I've followed the Bombers my whole life, but when I was born in 1991, I didn't have fine motor skills nor the ability to not shit my pants, let alone be able to watch and appreciate the Daniher lads dominating for the red and black back in the day. I'm blessed in 2018 (Well not so much 2018) to be able to watch one Daniher play who's name isn't Darcy, but I digress. This week is a celebration of Neale, and while his contribution to the game of footy is a large one, with 82 games playing at Essendon turning into a long coaching career at the Demons. 223 games over nine years, including a Grand Final appearance against the all-conquering Essendon team of 2000. Neale stepped away from the spotlight after results started to fade away in 2007, and a once-powerful Melbourne side faded into obscurity with him.
Neale spent a few years away from the spotlight, before the horrendous news that he had been diagnosed with Motor Neurone Disease surfaced. This was horrendous news for fans of Essendon and Melbourne due to Neale's contributions to both clubs, but was even worse for his family. The family element of this diseason is one that can't be understated, and I speak from experience. More on that a bit later.

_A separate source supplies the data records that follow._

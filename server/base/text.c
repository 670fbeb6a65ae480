#include "ebbmark/text.h"

#include <ctype.h>
#include <locale.h>
#include <math.h>
#include <stdarg.h>
#include <stdint.h>
#include <stdio.h>
#include <stdlib.h>
#include <string.h>

void base_text_free(struct base_text *text)
{
    free(text->data);
    *text = (struct base_text){0};
}

/* Room for `more` bytes and a NUL; false (and remembered) when there is no memory. */
static bool reserve(struct base_text *text, size_t more)
{
    if (text->failed)
        return false;
    if (more >= SIZE_MAX / 4 - text->length) {
        text->failed = true;
        return false;
    }
    size_t need = text->length + more + 1;
    if (need <= text->capacity)
        return true;
    size_t capacity = text->capacity < 128 ? 128 : text->capacity;
    while (capacity < need)
        capacity *= 2;
    char *data = realloc(text->data, capacity);
    if (data == NULL) {
        text->failed = true;
        return false;
    }
    text->data = data;
    text->capacity = capacity;
    return true;
}

void base_text_add_bytes(struct base_text *text, const void *data, size_t size)
{
    if (!reserve(text, size))
        return;
    if (size > 0)
        memcpy(text->data + text->length, data, size);
    text->length += size;
    text->data[text->length] = '\0';
}

void base_text_add(struct base_text *text, const char *string)
{
    base_text_add_bytes(text, string, strlen(string));
}

void base_text_add_char(struct base_text *text, char c)
{
    base_text_add_bytes(text, &c, 1);
}

void base_text_add_format(struct base_text *text, const char *format, ...)
{
    va_list list;
    va_start(list, format);
    int length = vsnprintf(NULL, 0, format, list);
    va_end(list);
    if (length < 0 || !reserve(text, (size_t)length)) {
        text->failed = true;
        return;
    }
    va_start(list, format);
    (void)vsnprintf(text->data + text->length, (size_t)length + 1, format, list);
    va_end(list);
    text->length += (size_t)length;
}

/* Numbers are written and read in the C locale, which newlocale gives without touching the
 * process's own. */
static locale_t plain_locale(void)
{
    return newlocale(LC_ALL_MASK, "C", (locale_t)0);
}

char *base_text_number(char *buffer, double value)
{
    buffer[0] = '\0';
    if (!isfinite(value))
        return buffer;
    locale_t plain = plain_locale();
    locale_t before = plain == (locale_t)0 ? (locale_t)0 : uselocale(plain);
    for (int digits = 15; digits <= 17; digits++) {
        (void)snprintf(buffer, BASE_NUMBER_SIZE, "%.*g", digits, value);
        if (!(strtod(buffer, NULL) < value) && !(strtod(buffer, NULL) > value))
            break;
    }
    if (plain != (locale_t)0) {
        (void)uselocale(before);
        freelocale(plain);
    }
    return buffer;
}

bool base_text_read_number(const char *string, double *out)
{
    locale_t plain = plain_locale();
    if (plain == (locale_t)0)
        return false;
    char *end = NULL;
    double value = strtod_l(string, &end, plain);
    freelocale(plain);
    if (end == string)
        return false;
    /* strtod also reads hexadecimal, which no data file of ours means. */
    if (memchr(string, 'x', (size_t)(end - string)) != NULL ||
        memchr(string, 'X', (size_t)(end - string)) != NULL)
        return false;
    while (isspace((unsigned char)*end))
        end++;
    if (*end != '\0')
        return false;
    *out = value;
    return true;
}

void base_text_hex(char *out, const void *data, size_t size)
{
    static const char digits[] = "0123456789abcdef";
    const unsigned char *bytes = data;
    for (size_t i = 0; i < size; i++) {
        out[2 * i] = digits[bytes[i] >> 4];
        out[2 * i + 1] = digits[bytes[i] & 15];
    }
    out[2 * size] = '\0';
}

static int hex_value(char c)
{
    if (c >= '0' && c <= '9')
        return c - '0';
    if (c >= 'a' && c <= 'f')
        return c - 'a' + 10;
    return -1;
}

bool base_text_unhex(void *out, size_t size, const char *hex)
{
    unsigned char *bytes = out;
    for (size_t i = 0; i < size; i++) {
        int high = hex_value(hex[2 * i]);
        int low = high < 0 ? -1 : hex_value(hex[2 * i + 1]);
        if (low < 0)
            return false;
        bytes[i] = (unsigned char)(high * 16 + low);
    }
    return hex[2 * size] == '\0';
}

/* Length of the well-formed UTF-8 sequence at `bytes`, 0 when there is none (Unicode, table 3-7).
 */
static size_t sequence_length(const unsigned char *bytes, size_t left)
{
    unsigned char first = bytes[0];
    if (first < 0x80)
        return first == 0 ? 0 : 1;
    size_t length = first >= 0xf0 ? 4 : first >= 0xe0 ? 3 : 2;
    if (first < 0xc2 || first > 0xf4 || left < length)
        return 0;
    for (size_t i = 1; i < length; i++)
        if ((bytes[i] & 0xc0) != 0x80)
            return 0;
    if ((first == 0xe0 && bytes[1] < 0xa0) || (first == 0xed && bytes[1] > 0x9f) ||
        (first == 0xf0 && bytes[1] < 0x90) || (first == 0xf4 && bytes[1] > 0x8f))
        return 0;
    return length;
}

bool base_text_is_utf8(const char *data, size_t length)
{
    const unsigned char *bytes = (const unsigned char *)data;
    for (size_t at = 0; at < length;) {
        size_t step = sequence_length(bytes + at, length - at);
        if (step == 0)
            return false;
        at += step;
    }
    return true;
}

Neale and his family have done so much for the Freeze MND foundation and garnering traction for the awareness of this prick of a disease. They've come through, raising a ton of money, and bringing it to the forefront of the mainstream media. Neale himself has appeared on every footy show there is this week, raising even more money and spreading his inspirational fight, even though he seems to know that his time is running short. He can't dress himself, he can't drive, he can't talk properly anymore. He is deteriorating, albeit slowly, and it's pure heartbreak. Neale is in the forefront of the footy world this week, but deserves it every single week. It's hard for us to watch without a dry eye, but imagine what it's like for his family. Seeing him slowly fade, from day to day, gradually getting worse.
Unfortunately, I've seen this disease from a personal perspective. My Uncle was diagnosed with MND four years ago, and while his decline is much more gradual than Neale's, it's still a horrible, horrible thing to see someone who you grew up around turning into a shell. And that's exactly what the disease is; your mind is active, willing, and desperately crying to get your body to do what you want it to, but you can't. You suffocate within your own body. It's gradual, it's a long struggle, and it's a inevitable result of the person you care about not being with you anymore. While it may end up being a simple matter of waiting for it all to end, the wait is the worst part. Knowing you're going to die, and knowing that you're going to be doing it slowly, would have to be the worst curse you could have ever had. While it's too late for my uncle, and for Neale, it's not too late for the rest of the world to be getting the acknowledgement of this disease. It's widespread, it's horrendous.
But it's a great testament to Neale that he's making his final years count. He's making the most of it and raising awareness for the rest of those who don't have a voice.
And we will miss him when he's gone.
-VS
A stellar piece this week from everyone's favourite Brent Stanton impersonator and Jake Stringer Soothsayer, Zach Package .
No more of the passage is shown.